◆ **Description of the task**: Locate each line in the records containing "finish". Copy it.

START Entries supplied

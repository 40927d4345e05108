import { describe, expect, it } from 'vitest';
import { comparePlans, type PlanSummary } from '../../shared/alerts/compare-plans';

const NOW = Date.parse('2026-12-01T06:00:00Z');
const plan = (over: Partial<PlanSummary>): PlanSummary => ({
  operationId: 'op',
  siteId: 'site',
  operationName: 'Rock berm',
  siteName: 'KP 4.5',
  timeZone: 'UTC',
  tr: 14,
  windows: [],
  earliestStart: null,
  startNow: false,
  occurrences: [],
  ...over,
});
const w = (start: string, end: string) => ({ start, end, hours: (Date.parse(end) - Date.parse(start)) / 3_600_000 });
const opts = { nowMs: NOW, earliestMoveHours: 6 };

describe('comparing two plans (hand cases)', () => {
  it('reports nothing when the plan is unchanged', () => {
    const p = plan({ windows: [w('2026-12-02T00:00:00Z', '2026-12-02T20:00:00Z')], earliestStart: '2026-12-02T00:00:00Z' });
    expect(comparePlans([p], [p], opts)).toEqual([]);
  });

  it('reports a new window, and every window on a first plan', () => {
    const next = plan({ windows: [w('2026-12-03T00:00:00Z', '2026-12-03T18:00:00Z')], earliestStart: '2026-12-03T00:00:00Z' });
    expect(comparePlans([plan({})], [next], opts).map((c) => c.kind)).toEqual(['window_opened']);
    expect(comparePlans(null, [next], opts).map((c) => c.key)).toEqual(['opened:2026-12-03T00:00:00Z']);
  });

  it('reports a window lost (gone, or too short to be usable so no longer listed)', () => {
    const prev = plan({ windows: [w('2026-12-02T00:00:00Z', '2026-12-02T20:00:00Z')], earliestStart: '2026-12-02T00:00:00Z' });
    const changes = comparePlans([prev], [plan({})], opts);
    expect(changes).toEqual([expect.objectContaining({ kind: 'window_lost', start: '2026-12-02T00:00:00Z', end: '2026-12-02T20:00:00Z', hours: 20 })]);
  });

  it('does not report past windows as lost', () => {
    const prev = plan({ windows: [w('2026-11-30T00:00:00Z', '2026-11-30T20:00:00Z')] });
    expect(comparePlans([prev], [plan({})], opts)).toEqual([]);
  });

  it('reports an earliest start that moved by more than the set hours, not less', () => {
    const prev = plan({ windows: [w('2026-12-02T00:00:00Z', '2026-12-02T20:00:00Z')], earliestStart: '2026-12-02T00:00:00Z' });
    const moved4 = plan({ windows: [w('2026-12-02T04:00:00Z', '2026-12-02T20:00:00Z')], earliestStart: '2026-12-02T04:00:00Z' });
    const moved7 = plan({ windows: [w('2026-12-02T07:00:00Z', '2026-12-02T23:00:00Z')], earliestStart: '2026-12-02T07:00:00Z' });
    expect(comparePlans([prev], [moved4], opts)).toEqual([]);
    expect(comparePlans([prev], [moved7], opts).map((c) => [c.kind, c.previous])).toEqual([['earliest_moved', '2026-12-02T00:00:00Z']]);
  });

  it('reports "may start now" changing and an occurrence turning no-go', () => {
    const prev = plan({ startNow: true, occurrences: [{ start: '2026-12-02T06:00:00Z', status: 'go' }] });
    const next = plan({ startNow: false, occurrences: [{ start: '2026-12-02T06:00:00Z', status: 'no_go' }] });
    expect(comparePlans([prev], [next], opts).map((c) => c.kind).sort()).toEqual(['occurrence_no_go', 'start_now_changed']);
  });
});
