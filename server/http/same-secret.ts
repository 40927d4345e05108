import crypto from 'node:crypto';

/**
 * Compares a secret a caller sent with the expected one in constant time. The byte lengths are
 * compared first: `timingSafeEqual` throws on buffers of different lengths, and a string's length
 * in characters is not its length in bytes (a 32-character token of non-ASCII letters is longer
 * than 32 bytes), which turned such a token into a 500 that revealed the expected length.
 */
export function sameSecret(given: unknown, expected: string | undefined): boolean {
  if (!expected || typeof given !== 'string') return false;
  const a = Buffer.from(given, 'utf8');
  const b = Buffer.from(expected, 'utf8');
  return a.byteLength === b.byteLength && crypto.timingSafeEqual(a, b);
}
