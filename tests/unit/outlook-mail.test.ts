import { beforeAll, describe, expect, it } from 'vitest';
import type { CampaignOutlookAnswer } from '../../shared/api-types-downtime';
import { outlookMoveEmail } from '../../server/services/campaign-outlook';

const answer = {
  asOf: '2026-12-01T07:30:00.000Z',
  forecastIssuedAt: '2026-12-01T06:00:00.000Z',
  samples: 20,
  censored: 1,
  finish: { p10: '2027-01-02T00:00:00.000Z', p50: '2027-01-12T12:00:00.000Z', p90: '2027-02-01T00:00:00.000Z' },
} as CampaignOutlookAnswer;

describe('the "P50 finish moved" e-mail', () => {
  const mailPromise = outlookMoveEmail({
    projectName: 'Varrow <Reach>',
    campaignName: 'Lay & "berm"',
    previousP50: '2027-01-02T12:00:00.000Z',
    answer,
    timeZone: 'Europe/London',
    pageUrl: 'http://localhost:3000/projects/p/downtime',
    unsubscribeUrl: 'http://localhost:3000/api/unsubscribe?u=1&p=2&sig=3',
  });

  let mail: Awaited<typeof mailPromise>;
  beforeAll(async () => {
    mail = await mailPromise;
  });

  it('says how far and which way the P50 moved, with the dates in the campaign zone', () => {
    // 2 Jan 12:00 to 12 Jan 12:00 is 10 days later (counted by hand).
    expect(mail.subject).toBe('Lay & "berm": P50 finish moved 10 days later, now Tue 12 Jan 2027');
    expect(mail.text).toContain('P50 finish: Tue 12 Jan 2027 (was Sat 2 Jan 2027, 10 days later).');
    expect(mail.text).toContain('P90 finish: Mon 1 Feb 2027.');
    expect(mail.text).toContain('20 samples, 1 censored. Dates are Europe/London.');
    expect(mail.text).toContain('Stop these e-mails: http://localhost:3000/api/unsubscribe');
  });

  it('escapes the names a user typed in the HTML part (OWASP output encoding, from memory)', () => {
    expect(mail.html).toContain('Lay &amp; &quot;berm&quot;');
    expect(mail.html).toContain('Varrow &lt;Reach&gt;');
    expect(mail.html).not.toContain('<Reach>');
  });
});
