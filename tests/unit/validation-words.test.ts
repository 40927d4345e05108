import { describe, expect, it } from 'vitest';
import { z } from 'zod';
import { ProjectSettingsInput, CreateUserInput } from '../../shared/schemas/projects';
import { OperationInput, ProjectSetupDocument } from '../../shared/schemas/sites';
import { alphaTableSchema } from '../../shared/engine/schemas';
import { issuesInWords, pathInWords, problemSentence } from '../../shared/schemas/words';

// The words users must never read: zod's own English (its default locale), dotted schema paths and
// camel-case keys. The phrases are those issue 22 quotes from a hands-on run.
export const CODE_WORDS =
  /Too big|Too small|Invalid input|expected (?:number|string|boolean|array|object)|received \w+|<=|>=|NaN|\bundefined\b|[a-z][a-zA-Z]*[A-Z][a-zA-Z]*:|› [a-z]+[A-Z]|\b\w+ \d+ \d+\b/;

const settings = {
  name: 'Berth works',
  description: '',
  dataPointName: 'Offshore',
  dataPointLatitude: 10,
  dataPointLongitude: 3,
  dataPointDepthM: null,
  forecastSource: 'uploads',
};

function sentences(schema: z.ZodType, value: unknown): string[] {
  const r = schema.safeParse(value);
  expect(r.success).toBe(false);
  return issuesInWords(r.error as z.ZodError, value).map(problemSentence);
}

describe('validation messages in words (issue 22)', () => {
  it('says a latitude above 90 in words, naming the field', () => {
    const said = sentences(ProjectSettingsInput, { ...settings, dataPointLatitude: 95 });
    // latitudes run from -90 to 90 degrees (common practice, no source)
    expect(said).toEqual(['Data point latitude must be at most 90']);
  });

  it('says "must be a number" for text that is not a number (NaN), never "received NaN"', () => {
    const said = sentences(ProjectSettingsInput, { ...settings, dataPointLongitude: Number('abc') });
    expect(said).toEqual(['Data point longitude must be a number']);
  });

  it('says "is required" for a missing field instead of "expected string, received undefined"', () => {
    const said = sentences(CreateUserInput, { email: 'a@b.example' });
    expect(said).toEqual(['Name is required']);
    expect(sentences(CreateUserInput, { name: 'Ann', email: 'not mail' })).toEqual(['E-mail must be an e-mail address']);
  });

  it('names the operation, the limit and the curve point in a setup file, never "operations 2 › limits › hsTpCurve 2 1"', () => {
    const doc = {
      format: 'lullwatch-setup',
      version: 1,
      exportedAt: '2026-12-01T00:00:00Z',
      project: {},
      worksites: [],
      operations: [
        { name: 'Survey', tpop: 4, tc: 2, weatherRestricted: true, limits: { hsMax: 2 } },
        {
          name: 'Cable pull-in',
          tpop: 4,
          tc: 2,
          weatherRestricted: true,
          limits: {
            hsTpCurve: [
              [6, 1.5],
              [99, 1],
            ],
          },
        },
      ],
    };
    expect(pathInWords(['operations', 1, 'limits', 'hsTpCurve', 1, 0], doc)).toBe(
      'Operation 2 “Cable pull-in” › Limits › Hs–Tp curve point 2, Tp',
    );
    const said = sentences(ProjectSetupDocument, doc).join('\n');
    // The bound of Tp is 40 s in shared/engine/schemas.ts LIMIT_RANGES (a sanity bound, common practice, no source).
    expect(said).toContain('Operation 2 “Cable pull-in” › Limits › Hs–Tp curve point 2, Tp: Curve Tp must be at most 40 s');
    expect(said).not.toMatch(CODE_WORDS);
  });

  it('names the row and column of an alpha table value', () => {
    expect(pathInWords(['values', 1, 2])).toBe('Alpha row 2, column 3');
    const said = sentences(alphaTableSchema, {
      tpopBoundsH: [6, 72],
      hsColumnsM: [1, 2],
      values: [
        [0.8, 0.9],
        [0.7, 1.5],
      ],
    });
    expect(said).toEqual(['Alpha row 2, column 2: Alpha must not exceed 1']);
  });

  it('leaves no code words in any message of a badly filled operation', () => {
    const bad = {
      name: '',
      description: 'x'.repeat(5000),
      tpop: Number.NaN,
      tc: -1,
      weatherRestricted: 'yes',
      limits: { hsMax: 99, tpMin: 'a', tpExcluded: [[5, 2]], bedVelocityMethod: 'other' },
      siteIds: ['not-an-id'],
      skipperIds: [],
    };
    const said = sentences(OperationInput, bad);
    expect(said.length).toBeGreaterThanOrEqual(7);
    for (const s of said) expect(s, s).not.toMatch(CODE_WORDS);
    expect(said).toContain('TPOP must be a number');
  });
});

END Entries supplied

◆ **Reply to the task**:
  finish: { p10: '2027-01-02T00:00:00.000Z', p50: '2027-01-12T12:00:00.000Z', p90: '2027-02-01T00:00:00.000Z' },
describe('the "P50 finish moved" e-mail', () => {
    expect(mail.subject).toBe('Lay & "berm": P50 finish moved 10 days later, now Tue 12 Jan 2027');
    expect(mail.text).toContain('P50 finish: Tue 12 Jan 2027 (was Sat 2 Jan 2027, 10 days later).');
    expect(mail.text).toContain('P90 finish: Mon 1 Feb 2027.');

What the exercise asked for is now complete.